Backfill ROI ranking
Sorted by (gap × low effort × data density expected).
- CVM Brazil (BR) — gap 3.7y, weekly ZIPs publicly available since
- Already pulling ~29k rows for 1.3y. Backfilling 2021/2022/2023/2024 ZIPs would quadruple dataset and unlock LATAM coverage. Highest ROI.
- CONSOB Italy — gap 4.9y, eMarketStorage paginates back ~5y. 60 mo recovery from same endpoint we already hit. Sector-mature European market with strong PDMR discipline. High ROI.
- Oslo Børs (OSLO) — gap 4.6y, NewsWeb supports date-range queries.
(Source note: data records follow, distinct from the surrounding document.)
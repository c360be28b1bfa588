"""Bilinear sampling of a raster of EIRP."""

from __future__ import annotations

from collections.abc import Sequence

import numpy as np
from numpy.typing import ArrayLike, NDArray

Array = NDArray[np.float64]


def cell_position(x: ArrayLike, y: ArrayLike, *, inverse: Sequence[float]) -> tuple[Array, Array]:
    """Fractional column and row of points, counted between the centres of cells.

    Parameters
    ----------
    x, y : array_like
        Coordinates in the raster's reference system, broadcastable.
    inverse : sequence of float
        The first six numbers of the inverse of the raster's affine transform.

    Returns
    -------
    tuple of ndarray
        Column and row; the centre of the first cell is (0, 0).
    """
    a, b, c, d, e, f = inverse[:6]
    easting, northing = np.asarray(x, dtype=np.float64), np.asarray(y, dtype=np.float64)
    return a * easting + b * northing + c - 0.5, d * easting + e * northing + f - 0.5


def bilinear(values: Array, column: ArrayLike, row: ArrayLike) -> Array:
    """Interpolate a raster between the four nearest centres of cells.

    Parameters
    ----------
    values : ndarray
        (rows, columns), NaN where there is no value.
    column, row : array_like
        Fractional positions between centres, broadcastable.

    Returns
    -------
    ndarray
        The broadcast shape. NaN outside of the raster's cells, and wherever one of the centres that
        count has no value: a value is never made up from fewer of them. In the outer half of an edge
        cell the value at the edge centres holds.

    Examples
    --------
    >>> bilinear(np.array([[50.0, 52.0], [np.nan, 54.0]]), [0.5, 0.5, 1.0], [0.0, 0.5, 0.5]).tolist()
    [51.0, nan, 53.0]
    """
    rows, columns = values.shape
    across, along = np.broadcast_arrays(
        np.asarray(column, dtype=np.float64), np.asarray(row, dtype=np.float64)
    )
    with np.errstate(invalid="ignore"):
        inside = (across >= -0.5) & (across <= columns - 0.5) & (along >= -0.5) & (along <= rows - 0.5)
    across = np.clip(np.where(inside, across, 0.0), 0.0, columns - 1.0)
    along = np.clip(np.where(inside, along, 0.0), 0.0, rows - 1.0)
    left, top = np.floor(across).astype(np.intp), np.floor(along).astype(np.intp)
    right, below = np.minimum(left + 1, columns - 1), np.minimum(top + 1, rows - 1)
    u, v = across - left, along - top
    total = np.zeros(across.shape)
    corners = (
        (top, left, (1.0 - u) * (1.0 - v)),
        (top, right, u * (1.0 - v)),
        (below, left, (1.0 - u) * v),
        (below, right, u * v),
    )
    for line, place, weight in corners:
        # A centre of no weight does not count, so its missing value must not spread.
        total = total + np.where(weight > 0.0, weight * values[line, place], 0.0)
    return np.where(inside, total, np.nan)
Norwegian PDMRs trade actively (oil/seafood/shipping); 56 mo recovery would unlock a high-alpha geography. High ROI.
Runners-up (3–6): CNMV Spain (4.9y gap, same scrape pattern), FMA Austria (OeKB OAM supports historical pulls), DK Finanstilsynet (5y register available), FI Nasdaq Helsinki (Nasdaq News API has date-range).
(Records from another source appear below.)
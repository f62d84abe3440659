import { z } from 'zod';
import { GRADES } from '../core/codes';
import { reason, text } from '../core/fields';

const minutes = (field: string, max: number) =>
	z
		.number(`${field} is a number of minutes.`)
		.int(`${field} is a whole number of minutes.`)
		.min(1, `${field} is at least 1 minute.`)
		.max(max, `${field} is at most ${max} minutes.`);

export const raiseBody = z.strictObject({
	grade: z.enum(GRADES, `The grade is one of ${GRADES.join(', ')}.`),
	situation: text('The situation', 2000),
	background: text('The background', 2000),
	assessment: text('The assessment', 2000),
	request: text('The request', 2000),
	neededBy: z.iso
		.datetime({ offset: true, error: 'The time it is needed by is an instant like 2026-12-01T14:05:00Z.' })
		.optional(),
	toldInPerson: z.string().min(1).max(64).optional(),
	sessionId: z.string().min(1).max(64).optional(),
	threadId: z.string().min(1).max(64).optional()
});
export type RaiseInput = z.infer<typeof raiseBody>;

export const takeBody = z.strictObject({
	etaMinutes: minutes('The time until you are there', 240).optional()
});

export const passBody = z.strictObject({ to: z.string().min(1).max(64), reason: reason('The reason') });

export const settleBody = z.strictObject({
	outcome: text('The outcome', 200),
	note: text('The note', 4000),
	informed: text('Who was informed', 200).optional(),
	recheckMinutes: minutes('The time until the re-check', 24 * 60).optional()
});

export const emptyBody = z.strictObject({});

/** The form of the escalation page; the same fields as the JSON call. */
export const takeForm = z.object({ etaMinutes: takeBody.shape.etaMinutes });

/**
 * The form that raises one. `grade` may come empty, so that a page can ask for it without proposing one; the
 * action refuses it then.
 */
export const raiseForm = z.object({
	grade: z.enum(['', ...GRADES], `The grade is one of ${GRADES.join(', ')}.`).default(''),
	situation: raiseBody.shape.situation,
	background: raiseBody.shape.background,
	assessment: raiseBody.shape.assessment,
	request: raiseBody.shape.request,
	sessionId: raiseBody.shape.sessionId
});
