import type { HandleClientError } from '@sveltejs/kit';
import { isUnreached } from '$lib/client/unreached';
import { getLocale, overwriteGetLocale } from '$lib/i18n/paraglide/runtime';

// Each word asks for the language, which is read from the cookie every time; changing it loads the page anew anyway.
const language = getLocale();
overwriteGetLocale(() => language);

/** A page that could not be fetched is not a fault of the page: it says so, with a way to try again. */
export const handleError: HandleClientError = ({ error, message }) =>
	isUnreached(error) ? { message, code: 'unreached' } : { message };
Low ROI: RNS UK (Investegate scrape is slow and brittle — 49 mo backfill ≈ 30k pages, ~8h scrape risk). IE Dublin (low volume issuers). SGX (just turned on — needs settling time).
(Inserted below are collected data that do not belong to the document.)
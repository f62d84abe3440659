import { error, redirect, type Handle, type HandleServerError, type ServerInit } from '@sveltejs/kit';
import { sequence } from '@sveltejs/kit/hooks';
import { SIGN_IN_FIELDS } from '$lib/domain/accounts/kept';
import { Problem } from '$lib/domain/core/errors';
import { m } from '$lib/i18n/paraglide/messages';
import { baseLocale } from '$lib/i18n/paraglide/runtime';
import { paraglideMiddleware } from '$lib/i18n/paraglide/server';
import { routes } from '$lib/routes';
import { personOfToken } from '$lib/server/auth/people';
import { personOfCookie, signInStillGood } from '$lib/server/auth/sign-ins';
import { now } from '$lib/server/clock';
import { linkExists } from '$lib/server/escalations/link';
import { newId } from '$lib/server/ids';
import { liveCursor } from '$lib/server/live/log';
import { log } from '$lib/server/log';
import { pageExists } from '$lib/server/patient-page/link';
import { clientAddress } from '$lib/server/http/address';
import { compressed } from '$lib/server/http/compress';
import { secureHeaders } from '$lib/server/http/headers';
import { countedFor, countRequest, linkTokenIn, pageTokenIn } from '$lib/server/http/limits';
import { refuseForeignOrigin } from '$lib/server/http/origin';
import { problemResponse } from '$lib/server/http/problem';
import { Turnstile } from '$lib/server/http/turnstile';
import { startServer } from '$lib/server/start';

/** Runs once, before the first request is answered. */
export const init: ServerInit = () => startServer();

/** All requests go through it before they ask the database anything. */
const turnstile = new Turnstile();

const identify: Handle = async ({ event, resolve }) => {
	const { cookies, request } = event;
	// Read first: a connection that is gone after an await has no address any more.
	const address = clientAddress(event);
	await turnstile.pass();
	const bearer = /^Bearer (\S+)$/.exec(request.headers.get('authorization') ?? '')?.[1];
	const cookie = bearer ? null : await personOfCookie(cookies);
	const person = bearer ? await personOfToken(bearer) : (cookie?.person ?? null);
	event.locals.requestId = newId();
	event.locals.signInId = cookie?.signInId ?? null;
	event.locals.credentialStillGood = async () =>
		bearer
			? (await personOfToken(bearer)) !== null
			: cookie !== null && signInStillGood(cookie.signInId, now());
	event.locals.context = { actor: person, now: now(), address, key: null };
	const { pathname } = event.url;
	const [link, page] = [await knownLink(pathname), await knownPage(pathname)];
	const counted =
		page === null
			? countedFor({ method: request.method, pathname }, person?.id ?? null, address, link)
			: `page:${page}`;
	if (counted !== null) {
		countRequest(counted, now());
	}
	refuseForeignOrigin(event, bearer !== undefined);
	return resolve(event);
};

/** The token of a link that exists, also of one that has expired; null for any other address. */
async function knownLink(pathname: string): Promise<string | null> {
	const token = linkTokenIn(pathname);
	return token !== null && (await linkExists(token)) ? token : null;
}

/** The token of a link to a patient's page that exists, also of one that has ended; null for any other address. */
async function knownPage(pathname: string): Promise<string | null> {
	const token = pageTokenIn(pathname);
	return token !== null && (await pageExists(token)) ? token : null;
}

/**
 * Pages behind the sign-in send others to it; the API answers 401 by itself, and so does a form, which keeps what was
 * typed: see `formAction()`.
 */
const guard: Handle = async ({ event, resolve }) => {
	const inside = event.route.id?.startsWith('/(app)') ?? false;
	const reads = event.request.method === 'GET' || event.request.method === 'HEAD';
	if (inside && reads && event.locals.context.actor?.kind !== 'person') {
		redirect(303, routes.signIn(event.url.pathname + event.url.search));
	}
	// Taken before the page reads anything: what happens from here on comes by the stream.
	event.locals.liveCursor = inside ? await liveCursor() : 0;
	return resolve(event);
};

/**
 * A form that came without script and found nobody signed in is answered by the page that keeps it and signs in. It
 * is a page of its own, because what the page of errors shows every other page would load as well.
 */
const keep: Handle = async ({ event, resolve }) => {
	const response = await resolve(event);
	const { kept } = event.locals;
	return kept
		? event.fetch(routes.signInAndSend(), {
				method: 'POST',
				headers: { accept: 'text/html' },
				body: new URLSearchParams([
					...kept.fields.map(([name, value]) => [name, value]),
					[SIGN_IN_FIELDS.to, kept.to]
				])
			})
		: response;
};

/** What the API does not know is a problem too, not a page. */
const problems: Handle = async ({ event, resolve }) => {
	const api = event.url.pathname.startsWith('/api/');
	try {
		const response = await resolve(event);
		if (api && response.status === 405) {
			return noSuchMethod(event.request.method, response);
		}
		if (api && event.route.id === null) {
			return problemResponse(new Problem('not-found', `There is no ${event.url.pathname}.`));
		}
		return response;
	} catch (thrown) {
		if (!(thrown instanceof Problem)) {
			throw thrown;
		}
		if (api || event.request.method !== 'GET') {
			return problemResponse(thrown);
		}
		error(thrown.status, { message: thrown.detail, code: thrown.code });
	}
};

/** RFC 9110, 15.5.6: the answer says which methods there are. */
function noSuchMethod(method: string, { headers }: Response): Response {
	const response = problemResponse(new Problem('no-such-method', `${method} is not known here.`));
	response.headers.set('allow', headers.get('allow') ?? '');
	return response;
}

const harden: Handle = async ({ event, resolve }) =>
	compressed(event.request, secureHeaders(await resolve(event), event.url.pathname));

/**
 * A page is read in the language that its reader chose. What a write puts on record is not: a thread has one
 * language, that of the hospital, whoever writes into it.
 */
const language: Handle = ({ event, resolve }) => {
	const spoken = (lang: string) =>
		resolve(event, {
			transformPageChunk: ({ html }) => html.replace('%lang%', event.locals.language ?? lang)
		});
	const isPage = event.request.method === 'GET' && !event.url.pathname.startsWith('/api/');
	return isPage ? paraglideMiddleware(event.request, ({ locale }) => spoken(locale)) : spoken(baseLocale);
};

/** The language comes last: it waits, and who calls from where must be read before anything waits. */
export const handle = sequence(harden, problems, identify, guard, keep, language);

/** Expected errors keep their text; anything else is logged under an id and answered without detail. */
export const handleError: HandleServerError = ({ error: thrown, event, status, message }) => {
	if (thrown instanceof Problem) {
		return { message: thrown.detail, code: thrown.code };
	}
	if (status === 404) {
		return { message };
	}
	const id = event.locals.requestId ?? newId();
	log().error({ id, route: event.route.id, err: thrown }, 'request failed');
	return { message: m.common_error_ours(), id };
};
DART (KR) and SEBI (IN) are not gaps but first ingests — separate workstream.
Files modified
src/lib/sources-registry.ts—SOURCE_HISTORY_CAP_DAYStable,TARGET_HISTORY_YEARS,HistoryDepthtype,computeHistoryDepth(def)helper,historyDepthfield added toSourceHealthSnapshot.src/app/admin/sources/page.tsx—HistoryDepthBarwidget; new "History depth" row per source card with green/gold/grey colour + progress bar + absolute date range + source-cap caption.src/app/status/page.tsx— new "Historique / History" column on public table with abbreviatedXy / Yyratio and progress bar.scripts/audit-history-depth.ts— re-runnable audit producing the table above + JSON dump.
Next actions
- Schedule BR CVM 2021-2024 ZIP backfill (one-shot, ~4h ingest).
- Schedule CONSOB walk-back to 2021-01 (paginate eMarketStorage).
- Schedule Oslo NewsWeb 2021-01 → 2025-12 backfill.
- Decide whether to stand up DART and SEBI workers (separate scope).
- Revisit RNS scraper architecture before attempting backfill (rate limits, archive depth verification).